Segundo dados do Disque 100, quase duas de cada três vítimas (64,74%) são mulheres. Mais de 47% possuem algum tipo de deficiência física. Já o perfil do suspeito é bastante equilibrado: 43% são mulheres e 41%, homens. Os dados da SCDH de Fortaleza apontam que dos 342 casos de 2014, 225 são referentes ao sexo feminino e 117 aos homens com mais de 60 anos de idade.
Dona Zequinha, como é mais conhecida Maria José Lima, de 74 anos, também reclama da falta de carinho e atenção dos parentes mais próximos. Ela, que sofre com osteoporose, ficou durante muito tempo negligenciada em um canto da casa, onde morava com dois filhos. "Sofri e sofro, e aí fui no Ministério pra denunciar. Agora, vivo com uma sobrinha que é um amor de menina e agradeço sempre", relata.
Na avaliação do promotor Alexandre Alcântaras, Fortaleza, assim como o Ceará e o restante do Brasil, não está preparada para o acolhimento à pessoa idosa. "A situação é extremamente grave e só tende a crescer.

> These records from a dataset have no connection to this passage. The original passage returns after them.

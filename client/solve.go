package client

import (
	"context"
	"encoding/binary"
	"errors"
	"fmt"
	"io"
	"math"
	"time"

	"google.golang.org/protobuf/types/known/durationpb"

	pb "github.com/residua/residua/proto/residua/v1"
)

// inlineBudget is how many bytes of vectors a solve request carries
// inline by default; longer vectors are uploaded first with UploadVector,
// so the request stays well under gRPC's 4 MiB message limit. maxInline
// bounds WithInlineVectorBytes.
const (
	inlineBudget = 2 << 20
	maxInline    = 3 << 20
)

// SolveRequest describes a remote solve. Zero fields take the server's
// defaults, which are the solver's.
type SolveRequest struct {
	// MatrixID is the id an upload returned.
	MatrixID string
	// B holds the right-hand sides, solved one after the other with the
	// same preconditioner.
	B [][]float64
	// X0 holds the starting guesses: none (zeros), one for all, or one per
	// right-hand side.
	X0 [][]float64
	// Method is "cg" (the default when empty) or, for least squares on any
	// A, "lsq", "lsqr" or "cgls".
	Method string
	// Precond is the preconditioner kind: "auto" (default), "none",
	// "jacobi", "ic0"; for least squares the column scaling: "auto",
	// "colscale", "none".
	Precond string
	// RTol and ATol: for CG, stop when ‖b − A·x‖₂ ≤ max(RTol·‖b‖₂, ATol).
	// For least squares RTol must be 0; ATol and BTol are the relative
	// tolerances of Paige and Saunders' stopping rules, and Damp is λ in
	// min ‖A·x − b‖² + λ²‖x‖².
	RTol, ATol float64
	BTol, Damp float64
	// MaxIter caps the iterations per right-hand side (0: 10·n).
	MaxIter int
	// TimeLimit is a time budget per right-hand side (0: none).
	TimeLimit time.Duration
	// RefreshEvery: how often the true residual replaces the recursive one
	// (0: the solver's default).
	RefreshEvery int
	// ProgressEvery and ProgressInterval: a progress event every k
	// iterations and/or every interval; both zero means the server's
	// default (every 200 ms).
	ProgressEvery    int
	ProgressInterval time.Duration
	// Detach lets the job outlive the call: Solve returns once the job is
	// queued, with only Outcome.JobID set.
	Detach bool
	// KeepSolution leaves the solutions on the server (for
	// DownloadSolution) instead of streaming them into Outcome.X.
	KeepSolution bool
	// Label is shown in job lists.
	Label string
}

// Event is one event of a job, as a Solve or Watch call delivers it to its
// callback. Exactly one of the pointer fields is set.
type Event struct {
	JobID    string
	Seq      uint64
	Queued   *pb.Queued
	Accepted *pb.Accepted
	Progress *pb.Progress
	Result   *pb.SolveResult
	Finished *pb.Finished
}

// Settings echo the settings a solve used, defaults filled in.
type Settings struct {
	RTol             float64 `json:"rtol"`
	ATol             float64 `json:"atol"`
	MaxIter          int64   `json:"max_iter"`
	TimeLimitSeconds float64 `json:"time_limit_seconds"`
	RefreshEvery     int     `json:"refresh_every"`
	BTol             float64 `json:"btol,omitempty"`
	Damp             float64 `json:"damp,omitempty"`
}

// Result is the outcome for one right-hand side, with the keys of the
// CLI's solve --json summary.
type Result struct {
	Converged            bool     `json:"converged"`
	Status               string   `json:"status"`
	Method               string   `json:"method"`
	Iterations           int64    `json:"iterations"`
	RelativeResidual     float64  `json:"relative_residual"`
	ResidualNorm         float64  `json:"residual_norm"`
	TrueResidualNorm     float64  `json:"true_residual_norm"`
	RHSNorm              float64  `json:"rhs_norm"`
	Preconditioner       string   `json:"preconditioner"`
	PreconditionerReason string   `json:"preconditioner_reason"`
	Shift                float64  `json:"shift"`
	SetupSeconds         float64  `json:"setup_seconds"`
	SolveSeconds         float64  `json:"solve_seconds"`
	PerIterationSeconds  float64  `json:"per_iteration_seconds"`
	LambdaMin            float64  `json:"lambda_min"`
	LambdaMax            float64  `json:"lambda_max"`
	Cond                 float64  `json:"cond"`
	Settings             Settings `json:"settings"`
	FromCache            bool     `json:"from_cache"`
	Error                string   `json:"error,omitempty"`
	// Least squares only: ‖Aᵀr − λ²x‖₂, ‖x‖₂, the estimate of ‖A‖, the
	// stopping rule met, and A's zero columns (0-based).
	NormalResidualNorm float64 `json:"normal_residual_norm,omitempty"`
	XNorm              float64 `json:"x_norm,omitempty"`
	NormEstimate       float64 `json:"norm_estimate,omitempty"`
	StoppedBy          string  `json:"stopped_by,omitempty"`
	ZeroColumns        []int64 `json:"zero_columns,omitempty"`
}

// ResultFrom converts the wire form of a result.
func ResultFrom(r *pb.SolveResult) Result {
	s := r.GetSettings()
	return Result{
		Converged: r.GetConverged(), Status: r.GetStatus(), Method: r.GetMethod(),
		Iterations: r.GetIterations(), RelativeResidual: r.GetRelativeResidual(),
		ResidualNorm: r.GetResidualNorm(), TrueResidualNorm: r.GetTrueResidualNorm(), RHSNorm: r.GetRhsNorm(),
		Preconditioner: r.GetPreconditioner(), PreconditionerReason: r.GetPreconditionerReason(),
		Shift: r.GetShift(), SetupSeconds: r.GetSetupSeconds(), SolveSeconds: r.GetSolveSeconds(),
		PerIterationSeconds: r.GetPerIterationSeconds(),
		LambdaMin:           r.GetLambdaMin(), LambdaMax: r.GetLambdaMax(), Cond: r.GetCond(),
		Settings: Settings{RTol: s.GetRtol(), ATol: s.GetAtol(), MaxIter: s.GetMaxIter(),
			TimeLimitSeconds: s.GetTimeLimitSeconds(), RefreshEvery: int(s.GetRefreshEvery()),
			BTol: s.GetBtol(), Damp: s.GetDamp()},
		FromCache: r.GetFromCache(), Error: r.GetError(),
		NormalResidualNorm: r.GetNormalResidualNorm(), XNorm: r.GetXNorm(), NormEstimate: r.GetANormEstimate(),
		StoppedBy: r.GetStoppedBy(), ZeroColumns: r.GetZeroColumns(),
	}
}

// Outcome is what a Solve or Watch call saw of a job.
type Outcome struct {
	JobID string
	// State is the job's final state ("FINISHED", "FAILED", "CANCELLED"),
	// or "" when the stream ended before the job did.
	State    string
	Accepted *pb.Accepted
	// Results holds one result per right-hand side that finished.
	Results []Result
	// X holds the solutions streamed (Solve without KeepSolution or
	// Detach); nil otherwise.
	X [][]float64
	// DroppedProgress counts progress events the server dropped because
	// this client read too slowly.
	DroppedProgress int64
	// Error is the job's error in words, if it failed.
	Error string
}

// Solve runs a remote solve: it uploads right-hand sides too long to send
// inline, starts the job, calls onEvent (if not nil) for each event as it
// arrives, and collects the results and solutions. The returned error is
// the stream's gRPC status: nil when the job ran to a status (which may
// be other than converged: see Outcome.Results), FAILED_PRECONDITION for
// a breakdown, CANCELED, DEADLINE_EXCEEDED, and so on; the Outcome holds
// what arrived before it. Cancelling ctx cancels an attached job.
func (c *Client) Solve(ctx context.Context, req SolveRequest, onEvent func(Event)) (*Outcome, error) {
	preq := &pb.SolveRequest{
		MatrixId: req.MatrixID, Method: req.Method, Preconditioner: req.Precond,
		Rtol: req.RTol, Atol: req.ATol, Btol: req.BTol, Damp: req.Damp,
		MaxIter: int64(req.MaxIter), RefreshEvery: int32(req.RefreshEvery),
		Progress: &pb.ProgressPolicy{EveryIterations: int32(req.ProgressEvery)},
		Detach:   req.Detach, KeepSolution: req.KeepSolution, Label: req.Label,
	}
	if req.TimeLimit > 0 {
		preq.TimeLimit = durationpb.New(req.TimeLimit)
	}
	if req.ProgressInterval > 0 {
		preq.Progress.Interval = durationpb.New(req.ProgressInterval)
	}
	budget := c.inline
	ref := func(x []float64, name string) (*pb.VectorRef, error) {
		if 8*len(x) <= budget {
			budget -= 8 * len(x)
			return &pb.VectorRef{Source: &pb.VectorRef_Data{Data: Pack(x)}}, nil
		}
		info, err := c.UploadVector(ctx, x, name)
		if err != nil {
			return nil, err
		}
		return &pb.VectorRef{Source: &pb.VectorRef_VectorId{VectorId: info.GetId()}}, nil
	}
	for i, b := range req.B {
		r, err := ref(b, fmt.Sprintf("rhs %d", i))
		if err != nil {
			return nil, err
		}
		preq.Rhs = append(preq.Rhs, r)
	}
	for i, x := range req.X0 {
		r, err := ref(x, fmt.Sprintf("x0 %d", i))
		if err != nil {
			return nil, err
		}
		preq.X0 = append(preq.X0, r)
	}
	stream, err := c.rpc.Solve(ctx, preq)
	if err != nil {
		return nil, err
	}
	out := &Outcome{}
	if !req.KeepSolution && !req.Detach {
		out.X = make([][]float64, len(req.B))
	}
	return out, follow(stream, out, onEvent)
}

// Watch follows a job (replaying its history, then live) until it
// finishes or ctx is done, calling onEvent for each event. Solutions are
// not streamed: fetch them with DownloadSolution. The error is as for
// Solve.
func (c *Client) Watch(ctx context.Context, jobID string, onEvent func(Event)) (*Outcome, error) {
	stream, err := c.rpc.Watch(ctx, &pb.WatchRequest{JobId: jobID})
	if err != nil {
		return nil, err
	}
	out := &Outcome{JobID: jobID}
	return out, follow(stream, out, onEvent)
}

// follow reads a job's event stream into out until it ends.
func follow(stream interface{ Recv() (*pb.JobEvent, error) }, out *Outcome, onEvent func(Event)) error {
	for {
		ev, err := stream.Recv()
		if err == io.EOF {
			return nil
		}
		if err != nil {
			return err
		}
		if out.JobID == "" {
			out.JobID = ev.GetJobId()
		}
		if c := ev.GetSolution(); c != nil {
			if err := out.addChunk(c); err != nil {
				return err
			}
			continue
		}
		e := Event{JobID: ev.GetJobId(), Seq: ev.GetSeq(), Queued: ev.GetQueued(), Accepted: ev.GetAccepted(),
			Progress: ev.GetProgress(), Result: ev.GetResult(), Finished: ev.GetFinished()}
		switch {
		case e.Accepted != nil:
			out.Accepted = e.Accepted
		case e.Result != nil:
			out.Results = append(out.Results, ResultFrom(e.Result))
		case e.Finished != nil:
			out.State = e.Finished.GetState().String()
			out.DroppedProgress = e.Finished.GetDroppedProgress()
			out.Error = e.Finished.GetError()
		}
		if onEvent != nil {
			onEvent(e)
		}
	}
}

// addChunk places a solution chunk. The server sends whole entries in
// order; anything else is a protocol error.
func (o *Outcome) addChunk(c *pb.VectorChunk) error {
	k := int(c.GetRhs())
	if o.X == nil || k < 0 || k >= len(o.X) {
		return fmt.Errorf("client: unexpected solution chunk for right-hand side %d", k)
	}
	if o.X[k] == nil {
		if c.GetLength() < 0 || c.GetLength() > math.MaxInt32 {
			return fmt.Errorf("client: solution length %d out of range", c.GetLength())
		}
		o.X[k] = make([]float64, 0, c.GetLength())
	}
	if c.GetOffset() != int64(len(o.X[k])) || len(c.GetData())%8 != 0 ||
		c.GetOffset()+int64(len(c.GetData())/8) > c.GetLength() {
		return fmt.Errorf("client: solution chunk at offset %d does not follow entry %d", c.GetOffset(), len(o.X[k]))
	}
	o.X[k] = unpackAppend(o.X[k], c.GetData())
	return nil
}

// DownloadSolution fetches the solution of right-hand side rhs of a
// finished job that kept it.
func (c *Client) DownloadSolution(ctx context.Context, jobID string, rhs int) ([]float64, error) {
	stream, err := c.rpc.DownloadSolution(ctx, &pb.DownloadSolutionRequest{JobId: jobID, Rhs: int32(rhs)})
	if err != nil {
		return nil, err
	}
	var x []float64
	for {
		ch, err := stream.Recv()
		if err == io.EOF {
			return nil, errors.New("client: the solution stream ended before its last chunk")
		}
		if err != nil {
			return nil, err
		}
		if x == nil {
			x = make([]float64, 0, ch.GetLength())
		}
		if ch.GetOffset() != int64(len(x)) || len(ch.GetData())%8 != 0 {
			return nil, fmt.Errorf("client: solution chunk at offset %d does not follow entry %d", ch.GetOffset(), len(x))
		}
		x = unpackAppend(x, ch.GetData())
		if ch.GetLast() {
			if int64(len(x)) != ch.GetLength() {
				return nil, fmt.Errorf("client: solution has %d of its %d entries", len(x), ch.GetLength())
			}
			return x, nil
		}
	}
}

// Pack encodes x as packed little-endian float64 bytes, the wire form of
// vectors.
func Pack(x []float64) []byte {
	b := make([]byte, 0, 8*len(x))
	for _, v := range x {
		b = binary.LittleEndian.AppendUint64(b, math.Float64bits(v))
	}
	return b
}

// Unpack decodes packed little-endian float64 bytes; a trailing partial
// entry is an error.
func Unpack(b []byte) ([]float64, error) {
	if len(b)%8 != 0 {
		return nil, fmt.Errorf("client: %d bytes is not a whole number of float64 entries", len(b))
	}
	return unpackAppend(make([]float64, 0, len(b)/8), b), nil
}

func unpackAppend(x []float64, b []byte) []float64 {
	for i := 0; i+8 <= len(b); i += 8 {
		x = append(x, math.Float64frombits(binary.LittleEndian.Uint64(b[i:])))
	}
	return x
}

Não é só responsabilizar a família que, às vezes, é vítima e também fica doente, como também chamar o poder público para essa realidade", aponta.
Para ele, falta muita coisa para que a Política Nacional do Idoso (PNI), de 1994, e o Estatuto do Idoso saiam do papel. "Onde estão os centros-dia, definidos na PNI?", questiona e, mais ainda, o Ceará, afirma, só possui um abrigo público, que vive superlotado e não oferece boas condições estruturais.